RECORDS SHOWN ▸

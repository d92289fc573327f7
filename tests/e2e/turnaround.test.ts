// Bench weeks set in the office drive the owner's expected bench days and the office's backlog. What is checked
// here comes from the queue's own rule stated to owners (first come, first served, so a deposit paid just now
// puts the set behind every job already waiting or on the bench: common practice for a repair bench) and from
// the calendar, not from the forecast's arithmetic (that is tested against hand-worked days in the unit tests).
import type { Browser } from "playwright-core";
import { afterAll, beforeAll, describe, expect, it } from "vitest";
import { dayInZone } from "@/lib/engine/dates";
import { DEMO } from "../support/accounts";
import { launchBrowser, newContext, signInPage, snap } from "../support/browser";
import { sql } from "../support/db";
import { seedJobWithEstimate } from "../fixtures/jobs";

let browser: Browser;
let savedWeeks: { user_id: string; minutes: unknown; days_off: unknown }[] = [];

beforeAll(async () => {
  browser = await launchBrowser();
  savedWeeks = await sql("select user_id, minutes, days_off from bench_week");
});
afterAll(async () => {
  // The other tests see the bench weeks as seeded.
  await sql("delete from bench_week");
  for (const w of savedWeeks)
    await sql("insert into bench_week (user_id, minutes, days_off) values ($1, $2, $3)", [
      w.user_id,
      JSON.stringify(w.minutes),
      JSON.stringify(w.days_off),
    ]);
  await browser?.close();
});

describe("turnaround forecast", () => {
  it("takes a technician's bench week in the office, with field-named errors, and tells the owner the set's place and days", async () => {
    const [tech] = await sql<{ id: string; name: string }>(`select id, name from "user" where email = $1`, [DEMO.tech.email]);
    const ctx = await newContext(browser);
    const page = await ctx.newPage();
    await signInPage(page, DEMO.owner.email, DEMO.owner.password);
    await page.goto("/office/staff");
    await page.locator("summary", { hasText: tech!.name }).click();
    const form = page.getByRole("form", { name: `Bench week of ${tech!.name}` });
    await form.getByLabel("Monday").fill("25");
    await form.getByLabel("Days off").fill("2026-12-24\n2026-02-30");
    await form.getByRole("button", { name: /Save bench week/ }).click();
    await expect.poll(() => form.getByText("Monday: enter the bench hours as a number from 0 to 16.").count()).toBe(1);
    // 30 February does not exist (calendar).
    await expect.poll(() => form.getByText(/Days off: "2026-02-30" is not a date/).count()).toBe(1);
    for (const [day, hours] of [
      ["Monday", "5"],
      ["Tuesday", "5"],
      ["Wednesday", "5"],
      ["Thursday", "5"],
      ["Friday", "4.5"],
      ["Saturday", "0"],
      ["Sunday", "0"],
    ])
      await form.getByLabel(day).fill(hours);
    await form.getByLabel("Days off").fill("2026-12-24, 2026-12-25");
    await form.getByRole("button", { name: /Save bench week/ }).click();
    await expect.poll(() => form.getByText(`Bench week saved for ${tech!.name}.`).count()).toBe(1);
    await snap(page, "office-bench-week");
    const [row] = await sql<{ minutes: number[]; days_off: string[] }>("select minutes, days_off from bench_week where user_id = $1", [
      tech!.id,
    ]);
    expect(row).toEqual({ minutes: [300, 300, 300, 300, 270, 0, 0], days_off: ["2026-12-24", "2026-12-25"] });
    const [audit] = await sql<{ n: number }>(
      "select count(*)::int as n from audit_event where action = 'staff.bench-week' and entity_id = $1",
      [tech!.id],
    );
    expect(audit!.n).toBeGreaterThan(0);

    // The office reads the backlog in weeks.
    await page.goto("/office");
    await expect.poll(() => page.getByText(/\d+(\.\d)? weeks/).count()).toBeGreaterThan(0);
    await ctx.close();

    // A deposit paid just now: the set goes behind every job already waiting for the bench or on it.
    const job = await seedJobWithEstimate({ email: DEMO.customer.email, state: "deposit_paid" });
    await sql("update estimate_revision set status = 'approved', decided_at = now() where id = $1", [job.revisionId]);
    await sql(
      "insert into job_state_history (job_id, from_state, to_state) values ($1, 'estimate_sent', 'approved'), ($1, 'approved', 'deposit_paid')",
      [job.jobId],
    );
    const [ahead] = await sql<{ n: number }>(
      "select count(*)::int as n from job where state in ('deposit_paid', 'on_bench', 'bench_revision') and id <> $1",
      [job.jobId],
    );
    const owner = await newContext(browser);
    const p = await owner.newPage();
    await signInPage(p, DEMO.customer.email, DEMO.customer.password);
    await p.goto(`/portal/jobs/${job.jobId}`);
    const forecast = p.getByTestId("queue-forecast");
    await expect.poll(() => forecast.innerText()).toContain(`Place in the bench queue: ${ahead!.n + 1}`);
    const text = await forecast.innerText();
    expect(text).toMatch(/Expected on the bench (on|between) \d{1,2} [A-Z][a-z]+ \d{4}/);
    // Never a day before today (calendar, in the shop's days).
    const first = /(?:on|between) (\d{1,2} [A-Z][a-z]+ \d{4})/.exec(text)![1]!;
    const [{ time_zone }] = (await sql<{ time_zone: string }>("select time_zone from shop_settings where id = 'shop'")) as [
      { time_zone: string },
    ];
    expect(Date.parse(`${first} UTC`)).toBeGreaterThanOrEqual(Date.parse(`${dayInZone(new Date(), time_zone)}T00:00:00Z`));
    await snap(p, "portal-queue-forecast");

    // With no bench hours anywhere, the owner is told so rather than given a date.
    await sql("update bench_week set minutes = '[0,0,0,0,0,0,0]'");
    await sql(
      `insert into bench_week (user_id, minutes) select id, '[0,0,0,0,0,0,0]' from "user" where role in ('technician', 'owner') on conflict (user_id) do update set minutes = excluded.minutes`,
    );
    await p.reload();
    await expect.poll(() => p.getByTestId("queue-forecast").innerText()).toContain("has not set its bench hours");
    await owner.close();
  });
});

BRIEF ▸ Scan the records for lines with the string "close". Give the number of such lines and nothing else.

WRITTEN ANSWER ▸ 3